Report back every line of the entries that contains "hand", exactly as written.

(Beginning of MATERIALS PROVIDED)

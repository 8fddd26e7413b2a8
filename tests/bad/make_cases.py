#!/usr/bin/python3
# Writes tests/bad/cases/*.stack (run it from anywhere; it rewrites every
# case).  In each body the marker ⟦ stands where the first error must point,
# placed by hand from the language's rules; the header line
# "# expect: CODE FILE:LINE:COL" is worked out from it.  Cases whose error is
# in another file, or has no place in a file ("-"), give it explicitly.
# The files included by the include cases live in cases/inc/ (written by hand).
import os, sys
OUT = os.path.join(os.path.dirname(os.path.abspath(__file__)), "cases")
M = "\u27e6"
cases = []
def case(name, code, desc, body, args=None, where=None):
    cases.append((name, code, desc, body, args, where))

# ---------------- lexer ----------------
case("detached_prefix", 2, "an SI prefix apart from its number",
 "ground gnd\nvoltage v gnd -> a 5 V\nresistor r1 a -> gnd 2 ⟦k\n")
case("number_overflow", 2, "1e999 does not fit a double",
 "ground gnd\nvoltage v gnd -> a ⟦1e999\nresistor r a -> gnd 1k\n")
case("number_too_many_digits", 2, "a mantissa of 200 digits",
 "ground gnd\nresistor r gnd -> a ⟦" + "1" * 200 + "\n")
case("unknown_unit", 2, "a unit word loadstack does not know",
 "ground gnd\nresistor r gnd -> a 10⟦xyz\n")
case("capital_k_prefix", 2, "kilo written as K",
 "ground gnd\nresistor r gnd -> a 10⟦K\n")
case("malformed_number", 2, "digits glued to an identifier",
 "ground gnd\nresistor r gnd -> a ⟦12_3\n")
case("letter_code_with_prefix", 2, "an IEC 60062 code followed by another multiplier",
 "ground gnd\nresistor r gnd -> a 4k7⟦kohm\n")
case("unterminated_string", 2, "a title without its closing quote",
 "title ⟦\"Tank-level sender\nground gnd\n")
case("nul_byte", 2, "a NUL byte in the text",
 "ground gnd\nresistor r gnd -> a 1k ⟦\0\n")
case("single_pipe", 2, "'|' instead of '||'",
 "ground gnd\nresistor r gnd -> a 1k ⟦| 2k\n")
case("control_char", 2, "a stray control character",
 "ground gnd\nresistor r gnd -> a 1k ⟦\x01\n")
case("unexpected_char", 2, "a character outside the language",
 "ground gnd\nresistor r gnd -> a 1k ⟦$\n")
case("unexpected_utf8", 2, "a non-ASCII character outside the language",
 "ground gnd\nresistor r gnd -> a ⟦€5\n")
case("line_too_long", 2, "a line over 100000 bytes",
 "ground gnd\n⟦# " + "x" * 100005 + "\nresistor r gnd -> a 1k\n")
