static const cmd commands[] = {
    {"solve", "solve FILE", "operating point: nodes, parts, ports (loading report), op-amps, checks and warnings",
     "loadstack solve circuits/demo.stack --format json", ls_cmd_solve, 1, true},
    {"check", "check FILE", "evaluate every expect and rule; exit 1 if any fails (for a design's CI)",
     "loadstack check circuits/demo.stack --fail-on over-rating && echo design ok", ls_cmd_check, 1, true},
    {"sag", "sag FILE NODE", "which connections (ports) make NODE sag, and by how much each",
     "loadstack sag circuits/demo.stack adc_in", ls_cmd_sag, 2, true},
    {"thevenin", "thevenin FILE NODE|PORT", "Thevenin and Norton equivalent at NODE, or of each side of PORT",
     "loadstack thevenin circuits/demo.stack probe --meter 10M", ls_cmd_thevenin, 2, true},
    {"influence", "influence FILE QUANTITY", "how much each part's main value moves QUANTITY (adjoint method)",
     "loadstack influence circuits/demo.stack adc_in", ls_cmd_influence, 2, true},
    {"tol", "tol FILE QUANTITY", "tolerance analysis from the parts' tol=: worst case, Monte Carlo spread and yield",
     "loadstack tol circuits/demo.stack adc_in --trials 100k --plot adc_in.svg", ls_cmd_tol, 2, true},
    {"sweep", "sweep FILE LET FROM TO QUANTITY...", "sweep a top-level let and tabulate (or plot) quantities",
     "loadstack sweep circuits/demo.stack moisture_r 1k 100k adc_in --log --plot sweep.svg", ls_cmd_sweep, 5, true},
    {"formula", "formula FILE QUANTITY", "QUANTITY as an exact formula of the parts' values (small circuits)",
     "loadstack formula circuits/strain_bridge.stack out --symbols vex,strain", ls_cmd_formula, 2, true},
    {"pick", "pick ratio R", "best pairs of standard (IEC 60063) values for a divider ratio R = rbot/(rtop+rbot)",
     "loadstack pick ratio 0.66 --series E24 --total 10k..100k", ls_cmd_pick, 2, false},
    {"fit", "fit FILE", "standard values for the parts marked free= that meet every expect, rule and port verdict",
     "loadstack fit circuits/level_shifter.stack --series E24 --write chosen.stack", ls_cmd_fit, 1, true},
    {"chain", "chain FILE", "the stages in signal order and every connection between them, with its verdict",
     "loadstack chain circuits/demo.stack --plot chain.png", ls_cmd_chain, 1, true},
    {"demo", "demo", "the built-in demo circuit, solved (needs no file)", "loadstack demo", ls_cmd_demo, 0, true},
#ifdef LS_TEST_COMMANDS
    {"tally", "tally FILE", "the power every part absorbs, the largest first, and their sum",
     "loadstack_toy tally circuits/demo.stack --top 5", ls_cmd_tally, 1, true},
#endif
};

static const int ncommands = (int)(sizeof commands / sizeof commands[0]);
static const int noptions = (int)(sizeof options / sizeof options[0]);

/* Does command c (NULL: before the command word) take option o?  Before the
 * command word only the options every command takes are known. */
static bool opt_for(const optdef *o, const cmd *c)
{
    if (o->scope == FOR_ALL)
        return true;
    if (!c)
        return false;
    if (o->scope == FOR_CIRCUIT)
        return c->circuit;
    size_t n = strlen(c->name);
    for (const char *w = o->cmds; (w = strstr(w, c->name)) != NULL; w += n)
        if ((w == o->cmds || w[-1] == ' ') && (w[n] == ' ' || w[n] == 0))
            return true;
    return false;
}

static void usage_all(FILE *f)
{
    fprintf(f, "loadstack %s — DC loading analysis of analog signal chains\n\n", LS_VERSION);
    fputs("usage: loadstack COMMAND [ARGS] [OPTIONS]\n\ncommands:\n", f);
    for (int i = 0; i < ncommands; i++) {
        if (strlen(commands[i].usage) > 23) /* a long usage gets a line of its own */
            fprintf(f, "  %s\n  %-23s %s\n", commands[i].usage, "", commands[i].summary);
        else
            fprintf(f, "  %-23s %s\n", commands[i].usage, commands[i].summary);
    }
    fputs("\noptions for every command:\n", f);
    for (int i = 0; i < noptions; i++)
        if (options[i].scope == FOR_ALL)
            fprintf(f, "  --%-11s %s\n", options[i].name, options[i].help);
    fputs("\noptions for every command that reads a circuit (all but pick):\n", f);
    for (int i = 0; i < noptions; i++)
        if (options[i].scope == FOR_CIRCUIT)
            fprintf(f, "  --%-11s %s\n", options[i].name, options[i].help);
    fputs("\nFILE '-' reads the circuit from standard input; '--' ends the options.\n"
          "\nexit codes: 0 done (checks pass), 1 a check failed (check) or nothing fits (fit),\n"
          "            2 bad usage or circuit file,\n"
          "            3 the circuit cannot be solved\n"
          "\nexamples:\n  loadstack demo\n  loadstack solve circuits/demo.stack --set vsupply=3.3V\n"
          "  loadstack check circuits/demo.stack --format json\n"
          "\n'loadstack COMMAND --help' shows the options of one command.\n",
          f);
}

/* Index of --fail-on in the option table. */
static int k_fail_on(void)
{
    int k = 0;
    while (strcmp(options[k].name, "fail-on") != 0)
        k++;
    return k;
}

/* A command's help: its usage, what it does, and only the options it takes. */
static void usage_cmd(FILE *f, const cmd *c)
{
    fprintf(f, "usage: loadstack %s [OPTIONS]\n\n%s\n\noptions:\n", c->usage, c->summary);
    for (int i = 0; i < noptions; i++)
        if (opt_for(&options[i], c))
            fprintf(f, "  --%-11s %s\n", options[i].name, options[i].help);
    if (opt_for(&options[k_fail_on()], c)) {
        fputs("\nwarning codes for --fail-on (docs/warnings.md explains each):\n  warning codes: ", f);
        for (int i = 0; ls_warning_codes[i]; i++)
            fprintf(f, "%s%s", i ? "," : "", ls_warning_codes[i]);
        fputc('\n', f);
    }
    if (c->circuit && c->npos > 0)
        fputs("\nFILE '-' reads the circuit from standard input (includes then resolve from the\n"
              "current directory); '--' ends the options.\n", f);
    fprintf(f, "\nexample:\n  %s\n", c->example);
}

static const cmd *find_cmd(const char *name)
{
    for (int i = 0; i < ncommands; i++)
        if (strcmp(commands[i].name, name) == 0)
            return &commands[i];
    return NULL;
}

(End of MATERIALS PROVIDED)

* _TASK RESPONSE_
# placed by hand from the language's rules; the header line
# The files included by the include cases live in cases/inc/ (written by hand).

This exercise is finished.